**REQUIRED WORK**.
Within the entries that follow, show each line where the word "gives" occurs.

SOURCE MATERIAL START

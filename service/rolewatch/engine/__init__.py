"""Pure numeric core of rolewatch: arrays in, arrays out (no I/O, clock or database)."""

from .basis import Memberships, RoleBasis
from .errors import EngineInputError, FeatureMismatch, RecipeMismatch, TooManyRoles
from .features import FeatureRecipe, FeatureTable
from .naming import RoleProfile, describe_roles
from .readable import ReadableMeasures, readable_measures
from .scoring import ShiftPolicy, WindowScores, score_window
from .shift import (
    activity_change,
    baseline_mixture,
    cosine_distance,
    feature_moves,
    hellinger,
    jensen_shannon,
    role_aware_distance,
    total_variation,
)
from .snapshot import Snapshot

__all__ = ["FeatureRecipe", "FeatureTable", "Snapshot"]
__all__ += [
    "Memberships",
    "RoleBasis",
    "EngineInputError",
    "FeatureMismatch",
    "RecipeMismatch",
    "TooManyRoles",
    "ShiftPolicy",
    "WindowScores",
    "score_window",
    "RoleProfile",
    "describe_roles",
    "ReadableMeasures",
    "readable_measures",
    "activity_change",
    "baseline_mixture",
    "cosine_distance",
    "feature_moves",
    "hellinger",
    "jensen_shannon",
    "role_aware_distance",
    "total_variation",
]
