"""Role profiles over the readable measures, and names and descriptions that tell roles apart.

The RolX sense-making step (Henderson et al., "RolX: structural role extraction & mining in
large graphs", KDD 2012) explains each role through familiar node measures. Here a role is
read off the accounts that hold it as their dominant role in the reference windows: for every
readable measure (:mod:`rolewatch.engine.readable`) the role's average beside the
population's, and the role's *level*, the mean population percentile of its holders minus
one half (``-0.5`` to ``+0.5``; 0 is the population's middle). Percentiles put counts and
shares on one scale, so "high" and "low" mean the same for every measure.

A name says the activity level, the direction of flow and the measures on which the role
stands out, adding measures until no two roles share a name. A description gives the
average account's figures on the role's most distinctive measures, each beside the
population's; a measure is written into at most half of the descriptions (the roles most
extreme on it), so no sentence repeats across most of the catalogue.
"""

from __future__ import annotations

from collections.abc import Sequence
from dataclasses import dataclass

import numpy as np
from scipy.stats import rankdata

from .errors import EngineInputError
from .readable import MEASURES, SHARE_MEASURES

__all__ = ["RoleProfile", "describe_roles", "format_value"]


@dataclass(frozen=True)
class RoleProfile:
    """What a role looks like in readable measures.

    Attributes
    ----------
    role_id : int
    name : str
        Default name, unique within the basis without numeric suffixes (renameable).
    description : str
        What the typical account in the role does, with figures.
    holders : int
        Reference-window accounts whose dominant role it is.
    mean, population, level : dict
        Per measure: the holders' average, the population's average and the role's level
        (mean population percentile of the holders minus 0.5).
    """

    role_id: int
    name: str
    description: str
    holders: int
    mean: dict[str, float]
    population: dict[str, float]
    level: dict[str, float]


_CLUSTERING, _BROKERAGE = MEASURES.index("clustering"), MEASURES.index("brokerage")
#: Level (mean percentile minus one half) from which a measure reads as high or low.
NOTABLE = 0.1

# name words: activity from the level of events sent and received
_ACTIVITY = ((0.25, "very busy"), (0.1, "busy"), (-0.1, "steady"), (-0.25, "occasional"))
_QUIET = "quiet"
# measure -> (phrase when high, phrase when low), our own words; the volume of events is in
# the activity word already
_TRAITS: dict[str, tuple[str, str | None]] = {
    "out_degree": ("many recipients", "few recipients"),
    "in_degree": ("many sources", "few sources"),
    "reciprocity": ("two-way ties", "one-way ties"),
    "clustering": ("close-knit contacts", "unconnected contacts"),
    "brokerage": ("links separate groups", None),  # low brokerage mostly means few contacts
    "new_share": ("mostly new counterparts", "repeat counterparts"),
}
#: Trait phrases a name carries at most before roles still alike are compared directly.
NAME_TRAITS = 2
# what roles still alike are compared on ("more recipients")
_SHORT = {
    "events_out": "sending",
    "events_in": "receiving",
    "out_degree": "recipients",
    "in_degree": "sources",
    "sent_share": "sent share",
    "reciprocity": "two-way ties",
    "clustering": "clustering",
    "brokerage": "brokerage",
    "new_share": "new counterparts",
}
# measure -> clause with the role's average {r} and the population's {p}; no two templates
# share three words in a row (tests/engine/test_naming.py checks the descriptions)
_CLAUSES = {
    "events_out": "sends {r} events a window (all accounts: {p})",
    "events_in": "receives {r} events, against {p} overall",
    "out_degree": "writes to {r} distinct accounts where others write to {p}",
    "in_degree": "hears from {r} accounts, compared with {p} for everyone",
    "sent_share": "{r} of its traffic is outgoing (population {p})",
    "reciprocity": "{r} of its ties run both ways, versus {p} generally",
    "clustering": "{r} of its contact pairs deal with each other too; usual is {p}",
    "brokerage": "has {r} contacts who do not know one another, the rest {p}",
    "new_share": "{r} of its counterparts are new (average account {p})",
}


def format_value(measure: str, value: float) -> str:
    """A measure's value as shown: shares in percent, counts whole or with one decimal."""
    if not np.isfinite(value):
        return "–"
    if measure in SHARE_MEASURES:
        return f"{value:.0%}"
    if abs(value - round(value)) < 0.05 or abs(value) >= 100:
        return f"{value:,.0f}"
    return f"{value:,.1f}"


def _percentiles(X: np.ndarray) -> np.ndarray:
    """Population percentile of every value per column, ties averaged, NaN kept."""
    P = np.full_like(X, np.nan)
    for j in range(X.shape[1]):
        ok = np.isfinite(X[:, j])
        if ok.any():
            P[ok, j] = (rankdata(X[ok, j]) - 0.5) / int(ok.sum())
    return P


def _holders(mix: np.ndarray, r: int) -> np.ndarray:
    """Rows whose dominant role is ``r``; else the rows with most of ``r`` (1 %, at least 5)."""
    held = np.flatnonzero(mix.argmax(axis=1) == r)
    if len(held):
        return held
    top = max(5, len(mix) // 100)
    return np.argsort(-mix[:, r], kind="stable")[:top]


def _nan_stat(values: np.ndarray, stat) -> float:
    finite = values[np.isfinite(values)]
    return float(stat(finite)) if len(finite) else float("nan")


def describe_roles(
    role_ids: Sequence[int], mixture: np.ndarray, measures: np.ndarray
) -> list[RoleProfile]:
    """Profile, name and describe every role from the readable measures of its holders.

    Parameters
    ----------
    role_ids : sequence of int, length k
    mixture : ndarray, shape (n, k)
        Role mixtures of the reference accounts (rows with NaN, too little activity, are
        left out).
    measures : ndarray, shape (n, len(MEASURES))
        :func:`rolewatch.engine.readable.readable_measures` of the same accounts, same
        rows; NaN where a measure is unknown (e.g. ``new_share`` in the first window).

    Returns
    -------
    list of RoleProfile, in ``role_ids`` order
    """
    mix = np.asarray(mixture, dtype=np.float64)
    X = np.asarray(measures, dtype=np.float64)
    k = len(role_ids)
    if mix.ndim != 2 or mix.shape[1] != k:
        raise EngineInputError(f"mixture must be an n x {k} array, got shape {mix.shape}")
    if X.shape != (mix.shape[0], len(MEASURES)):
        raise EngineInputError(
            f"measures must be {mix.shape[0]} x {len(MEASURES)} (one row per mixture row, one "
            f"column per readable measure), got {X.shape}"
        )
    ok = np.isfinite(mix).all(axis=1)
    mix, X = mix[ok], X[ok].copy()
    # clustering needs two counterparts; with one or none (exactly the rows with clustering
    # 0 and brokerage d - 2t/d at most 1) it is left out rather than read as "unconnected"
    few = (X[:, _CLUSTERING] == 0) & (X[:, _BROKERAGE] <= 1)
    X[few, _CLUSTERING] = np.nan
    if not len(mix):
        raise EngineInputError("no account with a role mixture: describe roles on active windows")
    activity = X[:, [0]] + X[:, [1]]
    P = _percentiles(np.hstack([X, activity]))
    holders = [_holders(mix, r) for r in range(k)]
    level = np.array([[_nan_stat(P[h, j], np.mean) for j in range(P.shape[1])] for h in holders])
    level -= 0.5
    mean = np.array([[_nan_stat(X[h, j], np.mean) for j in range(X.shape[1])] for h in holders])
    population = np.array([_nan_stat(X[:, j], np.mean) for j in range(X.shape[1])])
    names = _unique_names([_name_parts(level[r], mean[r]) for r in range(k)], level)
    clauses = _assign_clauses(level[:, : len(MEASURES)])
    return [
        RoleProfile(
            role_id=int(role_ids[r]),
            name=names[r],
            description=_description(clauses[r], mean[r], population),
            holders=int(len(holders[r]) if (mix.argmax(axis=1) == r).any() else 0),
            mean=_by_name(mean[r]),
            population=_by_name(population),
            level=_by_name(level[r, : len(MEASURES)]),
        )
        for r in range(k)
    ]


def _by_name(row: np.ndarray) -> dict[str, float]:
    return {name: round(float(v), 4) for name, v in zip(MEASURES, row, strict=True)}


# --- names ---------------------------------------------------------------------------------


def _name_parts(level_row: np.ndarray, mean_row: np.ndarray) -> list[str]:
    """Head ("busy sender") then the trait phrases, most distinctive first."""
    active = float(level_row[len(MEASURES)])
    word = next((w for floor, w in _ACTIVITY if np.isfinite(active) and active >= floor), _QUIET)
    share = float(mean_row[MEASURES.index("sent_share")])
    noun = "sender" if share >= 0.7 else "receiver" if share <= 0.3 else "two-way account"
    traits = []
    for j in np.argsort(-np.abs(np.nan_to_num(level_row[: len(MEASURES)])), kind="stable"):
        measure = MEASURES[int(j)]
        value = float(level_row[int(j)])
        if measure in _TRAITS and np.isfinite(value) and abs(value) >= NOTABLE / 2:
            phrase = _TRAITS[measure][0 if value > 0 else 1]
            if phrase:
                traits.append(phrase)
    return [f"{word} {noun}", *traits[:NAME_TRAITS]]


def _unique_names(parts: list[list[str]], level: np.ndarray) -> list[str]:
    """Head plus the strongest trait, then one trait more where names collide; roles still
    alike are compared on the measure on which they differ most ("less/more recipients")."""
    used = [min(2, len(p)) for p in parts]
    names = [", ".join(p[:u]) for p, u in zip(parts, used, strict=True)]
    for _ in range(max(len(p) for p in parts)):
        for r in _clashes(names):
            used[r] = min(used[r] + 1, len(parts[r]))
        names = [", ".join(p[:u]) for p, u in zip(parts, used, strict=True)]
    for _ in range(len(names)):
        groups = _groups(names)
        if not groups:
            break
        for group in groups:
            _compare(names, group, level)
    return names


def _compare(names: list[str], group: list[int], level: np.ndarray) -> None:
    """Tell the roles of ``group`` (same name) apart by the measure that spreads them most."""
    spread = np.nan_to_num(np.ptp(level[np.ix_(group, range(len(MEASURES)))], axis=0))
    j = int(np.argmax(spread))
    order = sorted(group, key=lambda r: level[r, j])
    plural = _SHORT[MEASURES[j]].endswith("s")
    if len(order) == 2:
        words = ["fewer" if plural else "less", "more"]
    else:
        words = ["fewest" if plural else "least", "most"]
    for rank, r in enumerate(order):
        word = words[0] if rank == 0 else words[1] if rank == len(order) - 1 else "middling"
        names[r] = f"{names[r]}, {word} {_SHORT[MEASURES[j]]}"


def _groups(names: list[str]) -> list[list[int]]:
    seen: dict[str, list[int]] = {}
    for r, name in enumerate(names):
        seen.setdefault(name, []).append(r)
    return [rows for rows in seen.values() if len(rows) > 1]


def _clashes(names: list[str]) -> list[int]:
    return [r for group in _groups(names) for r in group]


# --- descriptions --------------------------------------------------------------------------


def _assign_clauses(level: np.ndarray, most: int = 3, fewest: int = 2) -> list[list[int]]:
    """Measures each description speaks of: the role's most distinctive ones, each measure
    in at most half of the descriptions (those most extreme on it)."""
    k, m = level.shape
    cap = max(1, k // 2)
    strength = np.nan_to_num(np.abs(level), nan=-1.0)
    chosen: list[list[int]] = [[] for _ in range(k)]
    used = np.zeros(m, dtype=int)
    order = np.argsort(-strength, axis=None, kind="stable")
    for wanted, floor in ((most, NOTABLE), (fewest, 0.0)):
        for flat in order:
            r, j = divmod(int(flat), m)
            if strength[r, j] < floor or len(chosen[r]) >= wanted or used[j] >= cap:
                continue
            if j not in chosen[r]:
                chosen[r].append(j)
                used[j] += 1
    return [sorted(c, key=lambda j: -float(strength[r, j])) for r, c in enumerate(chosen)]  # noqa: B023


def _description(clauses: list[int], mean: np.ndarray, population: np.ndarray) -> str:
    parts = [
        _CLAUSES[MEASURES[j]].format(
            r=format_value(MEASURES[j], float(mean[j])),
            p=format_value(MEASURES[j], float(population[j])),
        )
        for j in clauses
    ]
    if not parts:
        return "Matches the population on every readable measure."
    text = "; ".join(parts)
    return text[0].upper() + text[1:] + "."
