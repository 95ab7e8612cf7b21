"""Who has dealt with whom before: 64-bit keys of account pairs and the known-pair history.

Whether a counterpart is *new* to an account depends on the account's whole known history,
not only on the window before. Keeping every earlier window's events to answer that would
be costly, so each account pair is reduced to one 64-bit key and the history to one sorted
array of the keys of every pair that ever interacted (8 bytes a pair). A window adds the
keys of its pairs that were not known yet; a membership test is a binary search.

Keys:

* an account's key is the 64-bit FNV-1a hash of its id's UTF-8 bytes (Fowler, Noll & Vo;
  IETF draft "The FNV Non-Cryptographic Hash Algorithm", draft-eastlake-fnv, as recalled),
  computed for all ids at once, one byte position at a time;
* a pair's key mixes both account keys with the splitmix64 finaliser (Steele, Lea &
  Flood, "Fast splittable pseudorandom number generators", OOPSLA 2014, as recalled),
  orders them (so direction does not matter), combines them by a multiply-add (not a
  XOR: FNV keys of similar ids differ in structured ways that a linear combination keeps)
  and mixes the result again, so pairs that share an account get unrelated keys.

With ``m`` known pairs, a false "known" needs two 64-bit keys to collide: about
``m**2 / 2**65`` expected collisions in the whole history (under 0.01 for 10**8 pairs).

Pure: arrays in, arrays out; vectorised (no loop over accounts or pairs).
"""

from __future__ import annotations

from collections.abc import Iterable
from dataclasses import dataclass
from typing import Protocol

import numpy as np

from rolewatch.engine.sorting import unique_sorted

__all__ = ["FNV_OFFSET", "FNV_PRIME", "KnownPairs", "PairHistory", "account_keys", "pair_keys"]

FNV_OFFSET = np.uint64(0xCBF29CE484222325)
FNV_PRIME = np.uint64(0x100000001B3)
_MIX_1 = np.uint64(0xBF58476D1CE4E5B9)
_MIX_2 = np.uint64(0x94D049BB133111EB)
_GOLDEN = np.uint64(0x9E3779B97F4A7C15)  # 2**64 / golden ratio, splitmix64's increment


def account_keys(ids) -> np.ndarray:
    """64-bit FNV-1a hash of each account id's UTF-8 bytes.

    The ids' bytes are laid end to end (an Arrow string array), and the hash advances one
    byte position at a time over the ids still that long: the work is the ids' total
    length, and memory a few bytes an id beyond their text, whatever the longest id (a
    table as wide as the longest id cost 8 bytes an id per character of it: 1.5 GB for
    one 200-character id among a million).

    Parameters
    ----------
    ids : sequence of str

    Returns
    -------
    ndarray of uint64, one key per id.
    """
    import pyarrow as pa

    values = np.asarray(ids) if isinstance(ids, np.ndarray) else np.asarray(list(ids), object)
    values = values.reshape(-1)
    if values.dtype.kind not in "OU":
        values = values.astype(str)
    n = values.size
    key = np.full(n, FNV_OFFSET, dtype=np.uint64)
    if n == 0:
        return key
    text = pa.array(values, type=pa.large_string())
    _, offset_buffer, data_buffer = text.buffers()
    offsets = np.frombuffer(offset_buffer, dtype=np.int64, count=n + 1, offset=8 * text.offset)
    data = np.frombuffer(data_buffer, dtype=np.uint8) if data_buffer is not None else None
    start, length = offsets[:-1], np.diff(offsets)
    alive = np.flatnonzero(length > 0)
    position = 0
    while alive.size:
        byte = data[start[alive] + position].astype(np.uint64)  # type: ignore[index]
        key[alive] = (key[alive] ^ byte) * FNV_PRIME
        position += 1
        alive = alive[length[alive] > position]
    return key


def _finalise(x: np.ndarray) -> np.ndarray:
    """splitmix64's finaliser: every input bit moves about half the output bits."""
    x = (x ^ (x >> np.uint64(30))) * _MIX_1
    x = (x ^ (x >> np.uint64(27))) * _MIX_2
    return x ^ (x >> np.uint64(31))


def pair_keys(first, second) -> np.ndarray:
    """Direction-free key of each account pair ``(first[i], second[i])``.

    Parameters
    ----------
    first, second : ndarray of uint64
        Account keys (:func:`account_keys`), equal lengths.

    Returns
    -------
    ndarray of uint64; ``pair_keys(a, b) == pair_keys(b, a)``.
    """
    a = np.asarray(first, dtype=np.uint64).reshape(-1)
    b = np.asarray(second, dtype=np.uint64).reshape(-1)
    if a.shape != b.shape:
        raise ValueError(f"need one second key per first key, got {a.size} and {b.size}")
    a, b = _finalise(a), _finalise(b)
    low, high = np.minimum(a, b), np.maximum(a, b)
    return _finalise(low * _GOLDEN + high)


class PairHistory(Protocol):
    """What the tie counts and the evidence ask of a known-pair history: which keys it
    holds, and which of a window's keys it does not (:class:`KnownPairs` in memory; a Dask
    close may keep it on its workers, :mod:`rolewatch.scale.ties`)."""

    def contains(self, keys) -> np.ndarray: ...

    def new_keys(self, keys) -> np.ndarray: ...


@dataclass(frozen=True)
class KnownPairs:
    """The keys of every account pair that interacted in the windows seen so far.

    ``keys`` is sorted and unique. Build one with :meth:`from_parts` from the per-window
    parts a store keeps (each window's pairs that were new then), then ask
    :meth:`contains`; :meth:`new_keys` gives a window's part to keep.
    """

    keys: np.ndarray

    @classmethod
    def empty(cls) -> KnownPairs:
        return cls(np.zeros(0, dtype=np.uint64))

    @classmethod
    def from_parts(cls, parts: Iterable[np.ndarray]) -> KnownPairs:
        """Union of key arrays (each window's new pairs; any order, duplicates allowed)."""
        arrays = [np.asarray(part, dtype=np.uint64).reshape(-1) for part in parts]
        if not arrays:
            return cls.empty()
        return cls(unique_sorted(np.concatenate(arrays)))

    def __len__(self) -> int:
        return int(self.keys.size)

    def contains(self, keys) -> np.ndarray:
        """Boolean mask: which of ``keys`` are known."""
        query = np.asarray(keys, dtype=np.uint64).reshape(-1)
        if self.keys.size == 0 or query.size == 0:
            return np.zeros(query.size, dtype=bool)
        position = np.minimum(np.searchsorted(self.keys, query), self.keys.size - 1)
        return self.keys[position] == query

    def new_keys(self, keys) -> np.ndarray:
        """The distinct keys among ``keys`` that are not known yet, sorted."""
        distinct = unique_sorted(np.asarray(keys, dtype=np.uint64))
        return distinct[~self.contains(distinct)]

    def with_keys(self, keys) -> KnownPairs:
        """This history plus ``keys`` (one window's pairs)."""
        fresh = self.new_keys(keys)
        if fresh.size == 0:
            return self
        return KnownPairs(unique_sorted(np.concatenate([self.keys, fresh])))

SOURCE MATERIAL END

**RESULT FOR THIS TASK**.
stands out, adding measures until no two roles share a name. A description gives the
    :meth:`contains`; :meth:`new_keys` gives a window's part to keep.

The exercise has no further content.